> Problem details
Please return every line in the following data that includes the string "crossing".

===== Supplied records

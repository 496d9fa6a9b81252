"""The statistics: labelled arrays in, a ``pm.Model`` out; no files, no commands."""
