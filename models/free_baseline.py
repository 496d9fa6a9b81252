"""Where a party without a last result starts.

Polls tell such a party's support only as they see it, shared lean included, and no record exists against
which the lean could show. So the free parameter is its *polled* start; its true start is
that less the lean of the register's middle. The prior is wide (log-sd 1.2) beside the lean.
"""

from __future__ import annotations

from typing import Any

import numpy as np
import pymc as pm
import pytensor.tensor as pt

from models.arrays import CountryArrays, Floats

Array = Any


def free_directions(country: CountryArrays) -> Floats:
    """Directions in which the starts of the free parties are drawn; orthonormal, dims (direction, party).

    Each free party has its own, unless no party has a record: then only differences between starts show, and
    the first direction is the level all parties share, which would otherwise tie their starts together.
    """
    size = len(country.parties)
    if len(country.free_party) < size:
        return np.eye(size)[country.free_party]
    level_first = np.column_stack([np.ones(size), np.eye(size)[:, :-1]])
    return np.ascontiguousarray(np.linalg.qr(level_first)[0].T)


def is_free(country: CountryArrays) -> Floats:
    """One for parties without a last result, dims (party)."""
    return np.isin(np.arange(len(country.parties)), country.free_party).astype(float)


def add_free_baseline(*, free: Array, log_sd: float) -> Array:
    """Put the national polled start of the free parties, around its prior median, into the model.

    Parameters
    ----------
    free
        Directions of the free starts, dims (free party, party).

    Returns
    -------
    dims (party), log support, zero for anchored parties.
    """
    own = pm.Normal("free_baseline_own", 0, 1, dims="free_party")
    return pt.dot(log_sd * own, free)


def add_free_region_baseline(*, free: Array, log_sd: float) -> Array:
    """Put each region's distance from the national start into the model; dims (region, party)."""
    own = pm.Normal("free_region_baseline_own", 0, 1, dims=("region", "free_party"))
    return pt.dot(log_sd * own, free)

==========
===== Supplied records

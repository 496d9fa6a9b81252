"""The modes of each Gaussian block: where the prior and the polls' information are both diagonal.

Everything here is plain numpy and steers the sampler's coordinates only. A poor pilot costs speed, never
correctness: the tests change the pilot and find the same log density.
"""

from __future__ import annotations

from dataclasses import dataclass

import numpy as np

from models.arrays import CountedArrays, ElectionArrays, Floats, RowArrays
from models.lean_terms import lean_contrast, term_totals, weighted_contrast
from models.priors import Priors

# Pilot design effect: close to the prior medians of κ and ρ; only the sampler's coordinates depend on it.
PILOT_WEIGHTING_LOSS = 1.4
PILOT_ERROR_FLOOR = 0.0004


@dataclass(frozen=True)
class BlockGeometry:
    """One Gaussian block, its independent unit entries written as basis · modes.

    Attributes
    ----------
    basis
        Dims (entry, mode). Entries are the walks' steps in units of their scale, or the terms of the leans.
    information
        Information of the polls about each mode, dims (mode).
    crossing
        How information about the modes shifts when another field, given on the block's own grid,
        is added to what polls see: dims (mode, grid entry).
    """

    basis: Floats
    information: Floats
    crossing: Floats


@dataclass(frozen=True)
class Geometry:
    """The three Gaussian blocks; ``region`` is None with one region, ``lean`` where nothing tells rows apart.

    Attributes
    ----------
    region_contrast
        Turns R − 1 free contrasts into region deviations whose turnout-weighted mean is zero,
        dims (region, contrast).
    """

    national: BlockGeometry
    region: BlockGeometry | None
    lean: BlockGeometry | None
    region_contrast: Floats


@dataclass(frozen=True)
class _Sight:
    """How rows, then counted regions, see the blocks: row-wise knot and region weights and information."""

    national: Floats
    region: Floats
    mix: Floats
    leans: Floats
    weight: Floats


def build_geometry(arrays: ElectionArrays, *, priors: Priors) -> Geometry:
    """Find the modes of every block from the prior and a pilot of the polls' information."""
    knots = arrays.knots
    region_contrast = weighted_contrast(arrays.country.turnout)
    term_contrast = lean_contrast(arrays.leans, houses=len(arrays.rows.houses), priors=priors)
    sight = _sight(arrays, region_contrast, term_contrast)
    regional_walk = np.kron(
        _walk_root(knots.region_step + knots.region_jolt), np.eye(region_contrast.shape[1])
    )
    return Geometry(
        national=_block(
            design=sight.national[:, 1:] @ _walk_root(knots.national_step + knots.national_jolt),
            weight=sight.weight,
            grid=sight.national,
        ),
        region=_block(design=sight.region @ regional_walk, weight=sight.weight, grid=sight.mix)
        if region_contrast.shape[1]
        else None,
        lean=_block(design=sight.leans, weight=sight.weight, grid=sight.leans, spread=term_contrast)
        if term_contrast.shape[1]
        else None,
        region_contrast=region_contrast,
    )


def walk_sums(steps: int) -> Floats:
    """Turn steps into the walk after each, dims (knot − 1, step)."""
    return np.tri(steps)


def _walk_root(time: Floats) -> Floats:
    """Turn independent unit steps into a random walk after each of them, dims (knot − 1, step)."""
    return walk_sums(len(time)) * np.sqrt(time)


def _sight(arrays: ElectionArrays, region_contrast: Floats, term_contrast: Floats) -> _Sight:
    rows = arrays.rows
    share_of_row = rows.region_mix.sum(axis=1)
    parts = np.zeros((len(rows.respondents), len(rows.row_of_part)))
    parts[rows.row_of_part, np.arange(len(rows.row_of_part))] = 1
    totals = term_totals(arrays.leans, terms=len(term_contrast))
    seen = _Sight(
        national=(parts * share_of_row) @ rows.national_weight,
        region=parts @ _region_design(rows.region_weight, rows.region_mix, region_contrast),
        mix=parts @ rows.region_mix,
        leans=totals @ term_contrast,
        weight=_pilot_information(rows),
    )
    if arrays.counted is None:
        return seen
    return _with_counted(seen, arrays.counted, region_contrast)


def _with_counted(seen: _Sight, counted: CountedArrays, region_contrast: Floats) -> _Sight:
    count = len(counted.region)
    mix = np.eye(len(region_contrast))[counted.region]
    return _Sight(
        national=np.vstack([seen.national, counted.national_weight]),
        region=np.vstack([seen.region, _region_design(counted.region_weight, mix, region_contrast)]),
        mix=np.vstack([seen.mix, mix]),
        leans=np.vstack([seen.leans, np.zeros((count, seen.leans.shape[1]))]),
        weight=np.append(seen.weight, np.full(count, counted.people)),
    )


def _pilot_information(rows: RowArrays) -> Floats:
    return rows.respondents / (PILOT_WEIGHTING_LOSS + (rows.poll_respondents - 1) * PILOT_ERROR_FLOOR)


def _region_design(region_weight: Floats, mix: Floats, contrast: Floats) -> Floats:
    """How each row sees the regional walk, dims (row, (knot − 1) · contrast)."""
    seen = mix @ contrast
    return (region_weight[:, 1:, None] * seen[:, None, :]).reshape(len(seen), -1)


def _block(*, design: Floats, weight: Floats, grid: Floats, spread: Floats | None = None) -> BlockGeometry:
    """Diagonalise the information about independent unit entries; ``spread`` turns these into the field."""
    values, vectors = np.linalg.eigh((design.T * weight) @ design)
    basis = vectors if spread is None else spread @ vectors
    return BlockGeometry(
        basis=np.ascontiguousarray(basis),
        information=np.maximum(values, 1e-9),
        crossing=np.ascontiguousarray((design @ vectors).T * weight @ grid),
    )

==========

> Expected answer
    crossing
    crossing: Floats
        crossing=np.ascontiguousarray((design @ vectors).T * weight @ grid),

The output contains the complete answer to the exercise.